Je m'oublie. Je cesse d'exister. Je cesse de me prendre en compte.
Je suis absent à moi-même. Je me gomme.
Je m'exclus.
Je ne pensais pas aller si loin dans cette évidence. Je ne pensais pas que les mots que me souffle mon corps m'emmèneraient aussi loin.
Je me sens glacé. Je me sens triste. Triste de m'infliger cela. Triste de me l'imposer. Triste d'être aussi aveugle. Triste de m'aimer aussi peu. De prendre aussi peu de soin de moi.
Je n'ai pas appris à prendre soin de moi. Cela me demande un effort conscient. Personne ne me l'a appris. Je m'y entraîne. Je tâche de m'y habituer.
Je veux m'inclure.
Je me veux du bien.
Je veux me respecter, me considérer. Je veux me rappeler mon importance. Je veux me dire que je compte. Que je compte plus que toute autre, que tout autre.
Oui, c'est égoïste. Oui, c'est "moi d'abord". Mais je viens de loin. Je viens d'une contrée où c'était "moi jamais". Il en faut du "moi d'abord" pour compenser du "moi jamais". Et même en y mettant une quantité significative, je serai toujours au soin. L'écart est si important, le fossé si profond, que je ne cours pas le risque d'oublier les autres.
Je veux me dire que je m'aime.
Je veux te dire à toi, Little One, que je t'aime.
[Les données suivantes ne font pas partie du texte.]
//! What the pitch is compared with: a reference as a function of time.

use super::ORIGIN_HZ;
use super::heard::Judged;
use crate::tuning::{NoteName, Tuning, cents, ratio};

/// How fast the pitch may move where it is taken as the reference, in cents per second: slower than a struck or plucked
/// tone settles.
const STEADY_CENTS_PER_S: f64 = 25.0;

/// How much nearer another note must be than the last one to replace it, in cents: a pitch half-way between two notes is
/// not to change its reference with every breath.
const NEARER_CENTS: f64 = 10.0;

/// What the heard pitch is compared with.
#[derive(Debug, Clone, PartialEq)]
pub enum Reference {
    /// One frequency in Hz, throughout.
    Frequency(f64),
    /// At each instant the nearest note of the scale.
    Nearest(Tuning),
    /// The first pitch of the sound that holds still.
    First,
    /// The notes expected over time, by rising start; where none is expected nothing is judged.
    Expected {
        /// The notes.
        notes: Vec<Expected>,
        /// How much earlier or later than told a note may begin or end, in seconds. Where that leaves a choice the nearest
        /// note counts.
        leeway_s: f64,
    },
    /// What [`Check::reading_against`](super::Check::reading_against) says with each reading.
    Given,
}

/// A note that is expected.
#[derive(Debug, Clone, Copy, PartialEq)]
pub struct Expected {
    /// Start in seconds from the first sample.
    pub start_s: f64,
    /// End in seconds.
    pub end_s: f64,
    /// Frequency in Hz.
    pub f0_hz: f64,
}

/// Finds the reference of each instant.
#[derive(Debug)]
pub(super) struct Resolver {
    reference: Reference,
    sample_rate_hz: f64,
    /// The longest expected note, in seconds: how far back a note that still sounds may begin.
    longest_s: f64,
    /// The first steady pitch, once heard.
    first_hz: Option<f64>,
    /// The note that was nearest last.
    last: Option<NoteName>,
}

impl Resolver {
    pub(super) fn new(reference: Reference, sample_rate_hz: f64) -> Self {
        let longest_s = match &reference {
            Reference::Expected { notes, .. } => {
                notes.iter().map(|note| note.end_s - note.start_s).fold(0.0, f64::max)
            }
            _ => 0.0,
        };
        Self { reference, sample_rate_hz, longest_s, first_hz: None, last: None }
    }

    /// The one reference of the whole check, where there is one.
    pub(super) fn constant_hz(&self) -> Option<f64> {
        match self.reference {
            Reference::Frequency(hz) => Some(hz),
            Reference::First => self.first_hz,
            _ => None,
        }
    }

    /// Says that the pitch is interrupted: the next one is compared afresh.
    pub(super) fn interrupt(&mut self) {
        self.last = None;
    }

    /// Whether a pitch is due at a position at all.
    pub(super) fn is_due(&self, position: u64, given_hz: Option<f64>) -> bool {
        match &self.reference {
            Reference::Expected { .. } => {
                self.around(position as f64 / self.sample_rate_hz, 0.0).next().is_some()
            }
            Reference::Given => given_hz.is_some(),
            _ => true,
        }
    }

    /// The reference for a heard pitch, in Hz.
    pub(super) fn resolve(&mut self, judged: &Judged) -> Option<f64> {
        let heard_hz = ORIGIN_HZ * ratio(judged.cents);
        match &self.reference {
            Reference::Frequency(hz) => Some(*hz),
            Reference::Nearest(tuning) => {
                let nearest = tuning.nearest(heard_hz)?;
                let distance = |note| off(tuning.frequency_hz(note), heard_hz);
                let stays = |last: &NoteName| distance(*last) < nearest.cents.abs() + NEARER_CENTS;
                let note = self.last.filter(stays).unwrap_or(nearest.note);
                self.last = Some(note);
                Some(tuning.frequency_hz(note))
            }
            Reference::First => {
                if self.first_hz.is_none() && judged.slope.abs() < STEADY_CENTS_PER_S {
                    self.first_hz = Some(heard_hz);
                }
                self.first_hz
            }
            Reference::Expected { leeway_s, .. } => self
                .around(judged.point.time_s, *leeway_s)
                .map(|note| note.f0_hz)
                .min_by(|a, b| off(*a, heard_hz).total_cmp(&off(*b, heard_hz))),
            Reference::Given => judged.point.given_hz.filter(|hz| *hz > 0.0),
        }
    }

    /// The notes expected within `leeway_s` of a time.
    fn around(&self, time_s: f64, leeway_s: f64) -> impl Iterator<Item = &Expected> {
        let notes: &[Expected] = match &self.reference {
            Reference::Expected { notes, .. } => notes,
            _ => &[],
        };
        let from = notes.partition_point(|n| n.start_s < time_s - leeway_s - self.longest_s);
        let to = notes.partition_point(|n| n.start_s <= time_s + leeway_s);
        notes[from.min(to)..to].iter().filter(move |n| n.end_s > time_s - leeway_s)
    }
}

fn off(reference_hz: f64, heard_hz: f64) -> f64 {
    cents(heard_hz / reference_hz).abs()
}

#[cfg(test)]
mod tests {
    use super::super::heard::{Judged, Point};
    use super::*;
    use crate::tuning::Temperament;

    fn heard(time_s: f64, hz: f64) -> Judged {
        let cents = cents(hz / ORIGIN_HZ);
        let position = crate::convert::nearest_position(48_000.0 * time_s);
        let point = Point { position, time_s, cents, sd: 0.1, given_hz: None };
        Judged { point, cents, sd: 0.1, slope: 0.0, without_vibrato: cents, vibrato: None }
    }

    #[test]
    fn expected_notes_have_leeway_and_the_nearest_counts() {
        let note = |start_s, end_s, f0_hz| Expected { start_s, end_s, f0_hz };
        // A long note under two short ones, then a rest.
        let notes = vec![note(0.0, 10.0, 110.0), note(1.0, 2.0, 220.0), note(2.0, 3.0, 440.0)];
        let mut resolver = Resolver::new(Reference::Expected { notes, leeway_s: 0.1 }, 48_000.0);
        for (time_s, hz, reference) in [
            (1.5, 222.0, Some(220.0)),
            (1.5, 112.0, Some(110.0)),
            (1.95, 430.0, Some(440.0)),
            (2.05, 225.0, Some(220.0)),
            (2.5, 225.0, Some(440.0)),
            (9.0, 440.0, Some(110.0)),
            (10.05, 110.0, Some(110.0)),
            (10.2, 110.0, None),
        ] {
            assert_eq!(resolver.resolve(&heard(time_s, hz)), reference, "{hz} Hz at {time_s} s");
        }
        for (time_s, due) in [(0.5, true), (9.9, true), (10.05, false)] {
            let position = crate::convert::nearest_position(48_000.0 * time_s);
            assert_eq!(resolver.is_due(position, None), due, "at {time_s} s");
        }
    }

    #[test]
    fn the_nearest_note_is_kept_until_another_is_clearly_nearer() {
        let tuning = Tuning::new(440.0, Temperament::Equal).unwrap();
        let mut resolver = Resolver::new(Reference::Nearest(tuning), 48_000.0);
        for (off, semitones) in [(45.0, 0.0), (53.0, 0.0), (56.0, 1.0), (47.0, 1.0), (44.0, 0.0)] {
            let found = resolver.resolve(&heard(0.0, 440.0 * ratio(off)));
            let expected = 440.0 * ratio(100.0 * semitones);
            let close = found.is_some_and(|hz| (hz - expected).abs() < 1e-6);
            assert!(close, "{off} cents: {found:?}, not {expected}");
        }
    }

    #[test]
    fn the_first_pitch_that_holds_still_stays_the_reference() {
        let mut resolver = Resolver::new(Reference::First, 48_000.0);
        let settling = Judged { slope: -300.0, ..heard(0.0, 450.0) };
        assert_eq!(resolver.resolve(&settling), None, "while it settles");
        let first = resolver.resolve(&heard(0.1, 440.0)).unwrap();
        let later = resolver.resolve(&heard(5.0, 470.0)).unwrap();
        assert_eq!(first.to_bits(), later.to_bits(), "{first} Hz, then {later} Hz");
        assert!((first - 440.0).abs() < 1e-9, "{first} Hz");
    }
}
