//! How much of the sounding time has a pitch, and what the rest is.

use crate::convert::nearest_index;
use crate::reading::State;

/// Levels are counted in steps of 1 dB below 0 dBFS.
const LEVELS: usize = 128;
/// What lies so many dB below the loud parts of what has a pitch is background, not sound.
const BACKGROUND_DB: usize = 40;
/// Share of the pitched readings that are louder than the "loud parts" begin.
const LOUD: f64 = 0.1;

/// Counts of readings.
#[derive(Debug)]
pub(super) struct Sounding {
    pitched: [f64; LEVELS],
    unpitched: [f64; LEVELS],
    several: f64,
    noise: f64,
    lost: f64,
    readings: f64,
}

impl Default for Sounding {
    fn default() -> Self {
        let none = [0.0; LEVELS];
        Self { pitched: none, unpitched: none, several: 0.0, noise: 0.0, lost: 0.0, readings: 0.0 }
    }
}

impl Sounding {
    /// Takes in a reading where a pitch is due; `measured` when it has one that counts.
    pub(super) fn push(&mut self, state: State, level_dbfs: f64, measured: bool) {
        self.readings += 1.0;
        let at = nearest_index(-level_dbfs).min(LEVELS - 1);
        match state {
            _ if measured => self.pitched[at] += 1.0,
            State::Silent => {}
            State::Several => {
                self.several += 1.0;
                self.unpitched[at] += 1.0;
            }
            State::Unpitched | State::Gliding | State::Steady => {
                self.noise += 1.0;
                self.unpitched[at] += 1.0;
            }
        }
    }

    /// Takes in so many readings that are missing: what they held is not known, so they count as sounding.
    pub(super) fn lose(&mut self, readings: f64) {
        self.lost += readings;
    }

    /// Whether anything came at all.
    pub(super) fn is_empty(&self) -> bool {
        self.readings == 0.0
    }

    /// Whether most of what has no pitch has several.
    pub(super) fn is_mostly_several(&self) -> bool {
        self.several > self.noise
    }

    /// Readings that sound, and those of them that are measured.
    pub(super) fn counts(&self) -> (f64, f64) {
        let measured: f64 = self.pitched.iter().sum();
        let mut louder = 0.0;
        let loud = self.pitched.iter().position(|count| {
            louder += count;
            louder > LOUD * measured
        });
        let quietest = loud.map_or(LEVELS, |level| (level + BACKGROUND_DB).min(LEVELS));
        let unmeasured: f64 = self.unpitched[..quietest].iter().sum();
        (measured + unmeasured + self.lost, measured)
    }
}

#[cfg(test)]
mod tests {
    use super::*;

    #[test]
    fn background_between_notes_is_no_sound() {
        for (level_dbfs, sounds) in [(-70.0, false), (-25.0, true), (f64::NEG_INFINITY, false)] {
            let mut sounding = Sounding::default();
            for _ in 0..50 {
                sounding.push(State::Steady, -20.0, true);
                sounding.push(State::Unpitched, level_dbfs, false);
                sounding.push(State::Silent, -95.0, false);
            }
            let all = if sounds { 100.0 } else { 50.0 };
            let (found, measured) = sounding.counts();
            let close = (found - all).abs() < 0.5 && (measured - 50.0).abs() < 0.5;
            assert!(close, "noise at {level_dbfs} dBFS: {found}, {measured}");
        }
    }

    #[test]
    fn without_any_pitch_all_noise_is_sound() {
        let mut sounding = Sounding::default();
        sounding.push(State::Unpitched, -80.0, false);
        sounding.push(State::Silent, -95.0, false);
        sounding.lose(2.0);
        assert_eq!(sounding.counts(), (3.0, 0.0), "one of noise, two lost");
    }
}
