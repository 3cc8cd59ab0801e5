import { geoArea, geoContains } from 'd3-geo';
import { expect, it } from 'vitest';
import { landFromGeoJson } from '../../src/land/polygons.js';
import { landShape } from '../../src/picture/land-shape.js';

it('is land as a sphere has it, holes and all, also across ±180°', () => {
  const box = (west: number, south: number, east: number, north: number): number[][] => [
    [west, south],
    [east, south],
    [east, north],
    [west, north],
    [west, south],
  ];
  const shape = landShape(
    landFromGeoJson(
      {
        type: 'MultiPolygon',
        coordinates: [[box(175, -20, 190, -10), box(182, -17, 185, -13)], [box(10, 40, 12, 41)]],
      },
      { source: 'isles' },
    ),
  );
  // independent: d3-geo's winding; most of the sphere would be the wrong side of a ring
  expect(geoArea(shape)).toBeLessThan(0.1);
  expect(geoContains(shape, [178, -15])).toBe(true);
  expect(geoContains(shape, [-171, -15])).toBe(true);
  expect(geoContains(shape, [-176.5, -15])).toBe(false);
  expect(geoContains(shape, [11, 40.5])).toBe(true);
  expect(geoContains(shape, [11, 42])).toBe(false);
});
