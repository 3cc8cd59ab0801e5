import { outerFall } from '../../vortex/outer-fall.js';
import { chavasKnaffEstimateM, sizeInstead } from './chavas-knaff2022.js';
import type { RadiusInput, RadiusRelation } from './radius-of-max-wind.js';

const THRESHOLD_34_MPS = (34 * 1852) / 3600;
const THRESHOLD_64_MPS = (64 * 1852) / 3600;
/** At most this share of the radius that a wind of 64 kt, or of 0.9 of the maximum, is expected at. */
const SHARE = 0.8;

/**
 * R after Chavas & Knaff (2022), kept inside the strong winds: at most 0.8 of the radius at which a wind of 64 kt (in
 * storms below 71 kt: 0.9 of the maximum) is expected from the radius of 34 kt, r = r₃₄ exp(−s(1.51 + 1.3 s − 0.75 ln(V/35))),
 * s = ln(wind/34 kt). The cap is an own calibration on HURDAT2 2004–2016; it acts mostly on hurricanes of the lowest categories.
 */
export function radius2016M(input: RadiusInput): number {
  const radius = chavasKnaffEstimateM(input);
  const wind = Math.min(THRESHOLD_64_MPS, 0.9 * input.maxWindMps);
  const step = Math.log(wind / THRESHOLD_34_MPS);
  if (step <= 0) return radius;
  const outer = input.radiusOf34KtM ?? input.sizeRadiusM;
  const inside = SHARE * outer * Math.exp(-step * outerFall(input.maxWindMps, step));
  return Math.max(5_000, Math.min(radius, inside));
}

export const radius2016: RadiusRelation = {
  id: 'calibrated-rmax-2016',
  title: 'Chavas & Knaff 2022, kept inside the strong winds (own calibration on 2004–2016)',
  source: 'ChavasKnaff2022',
  radiusM: radius2016M,
  note: sizeInstead,
};
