import { type PressureWindInput, type PressureWindRelation, windOfPressure } from './pressure-wind.js';

/** Coefficients of ln Δp (hPa), from `scripts/calibrate.js` (own calibration): without and with the radius of 34 kt. */
export const PRESSURE_2016 = {
  withoutSize: { constant: 3.245, wind: 1.82, latitude: 0.011, translation: -0.002, size: 0 },
  withSize: { constant: 3.265, wind: 1.686, latitude: 0.0073, translation: -0.0045, size: 0.189 },
} as const;

/**
 * ln Δp = c₀ + c₁ ln(V/35 m/s) + c₂(|φ| − 20°) + c₃(c − 5 m/s) + c₄ ln(r₃₄/160 km), Δp in hPa below the ambient pressure
 * (own calibration on HURDAT2 2004–2016, fixes at least 100 km off land, `scripts/calibrate.js`). r₃₄ is the mean of the
 * quadrants that have 34 kt; without it c₄ = 0 and the other four have values of their own. Monotone in every variable.
 */
export function deficit2016Hpa(
  maxWindMps: number,
  input: Pick<PressureWindInput, 'radiusOf34KtM' | 'latDeg' | 'translationMps'>,
): number {
  const c = input.radiusOf34KtM === null ? PRESSURE_2016.withoutSize : PRESSURE_2016.withSize;
  return Math.exp(
    c.constant +
      c.wind * Math.log(Math.max(1, maxWindMps) / 35) +
      c.latitude * (Math.abs(input.latDeg) - 20) +
      c.translation * (Math.min(25, input.translationMps) - 5) +
      (input.radiusOf34KtM === null ? 0 : c.size * Math.log(Math.max(20_000, input.radiusOf34KtM) / 160_000)),
  );
}

const pressurePa = (maxWindMps: number, input: PressureWindInput): number =>
  input.ambientPressurePa - 100 * deficit2016Hpa(maxWindMps, input);

export const pressure2016: PressureWindRelation = {
  id: 'calibrated-pressure-2016',
  title: 'Own calibration on 2004–2016: wind, latitude, motion, radius of 34 kt',
  source: 'own calibration',
  centralPressurePa: pressurePa,
  maxWindMps: (centralPressurePa, input) => windOfPressure((wind) => pressurePa(wind, input), centralPressurePa),
};
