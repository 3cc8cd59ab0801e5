import { toKnots } from '../../units.js';
import { knaffZehrDeficitHpa } from './knaff-zehr2007.js';
import { type PressureWindInput, type PressureWindRelation, windOfPressure } from './pressure-wind.js';
import { sizeNote, sizeOf, stormRelativeWindKt } from './storm-size500.js';

/** p_c − p_env (hPa) equatorward of 18°: 5.962 − 0.267 V − (V/18.26)² − 6.8 S   [CourtneyKnaff2009, from memory]. */
export function courtneyKnaffTropicalDeficitHpa(p: { maxWindKt: number; translationKt: number; size: number }): number {
  const v = stormRelativeWindKt(p.maxWindKt, p.translationKt);
  return 5.962 - 0.267 * v - (v / 18.26) ** 2 - 6.8 * p.size;
}

/**
 * Courtney & Knaff (2009): Knaff & Zehr's equation at and poleward of 18°, their own equatorward of it. The two differ by
 * about 3 hPa at 18°, and the relation keeps that step as published.
 */
function courtneyKnaffPressurePa(maxWindMps: number, input: PressureWindInput): number {
  const maxWindKt = toKnots(maxWindMps);
  const translationKt = toKnots(input.translationMps);
  const terms = { maxWindKt, translationKt, latDeg: input.latDeg, size: sizeOf(maxWindKt, input) };
  const deficitHpa = Math.abs(input.latDeg) >= 18 ? knaffZehrDeficitHpa(terms) : courtneyKnaffTropicalDeficitHpa(terms);
  return input.ambientPressurePa + Math.min(0, deficitHpa) * 100;
}

export const courtneyKnaff2009: PressureWindRelation = {
  id: 'courtney-knaff-2009',
  title: 'Courtney & Knaff 2009: wind, motion, size, latitude',
  source: 'CourtneyKnaff2009',
  centralPressurePa: courtneyKnaffPressurePa,
  maxWindMps: (pressurePa, input) => windOfPressure((wind) => courtneyKnaffPressurePa(wind, input), pressurePa),
  note: sizeNote,
};
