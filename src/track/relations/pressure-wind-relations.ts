import { atkinsonHolliday1977 } from './atkinson-holliday1977.js';
import { courtneyKnaff2009 } from './courtney-knaff2009.js';
import { dvorak1984 } from './dvorak1984.js';
import { hollandPressure2008 } from './holland-pressure2008.js';
import { knaffZehr2007 } from './knaff-zehr2007.js';
import type { PressureWindRelation } from './pressure-wind.js';
import { pressure2016 } from './pressure2016.js';

/** Every pressure–wind relation that a recipe may name. */
export const PRESSURE_WIND_RELATIONS: readonly PressureWindRelation[] = [
  pressure2016,
  courtneyKnaff2009,
  knaffZehr2007,
  hollandPressure2008,
  dvorak1984,
  atkinsonHolliday1977,
];
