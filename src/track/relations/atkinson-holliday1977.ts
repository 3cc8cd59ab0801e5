import { knots, toKnots } from '../../units.js';
import type { PressureWindRelation } from './pressure-wind.js';

/** V = 6.7 (1010 − p)^0.644 (kt, hPa), 1-min, western North Pacific   [AtkinsonHolliday1977, from memory]. */
export const atkinsonHolliday1977: PressureWindRelation = {
  id: 'atkinson-holliday-1977',
  title: 'Atkinson & Holliday 1977: western North Pacific',
  source: 'AtkinsonHolliday1977',
  centralPressurePa: (maxWindMps) => (1010 - (toKnots(maxWindMps) / 6.7) ** (1 / 0.644)) * 100,
  maxWindMps: (pressurePa) => knots(6.7 * Math.max(0, 1010 - pressurePa / 100) ** 0.644),
};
Que je te dois ce soin auquel tu n'oses prétendre. Que c'est mon rôle à moi, l'adulte, de te donner ce que d'autres adultes ont failli à t'offrir.
Je suis là pour toi. Je suis là pour t'écouter, pour tendre l'oreille, pour faire silence autour de moi, pour chuchoter, de telle sorte que tu aies ta place, que tu oses dire, que tu aies le courage d'ouvrir la bouche et de me dire "je ne veux pas", que tu aies l'audace de me dire "je veux".
Que tu oses prétendre savoir ce qui est le mieux pour toi. Le mieux et le meilleur.
J'ai envie de m'écouter. J'ai envie d'écouter au plus profond de moi, pour retrouver mon centre. Ce centre qui sait. Ce centre magnétique qui clarifie.
Le nord se reprécise. Il s'affirme, lève la tête, bombe le torse.
Je m'étais perdu, et je me retrouve.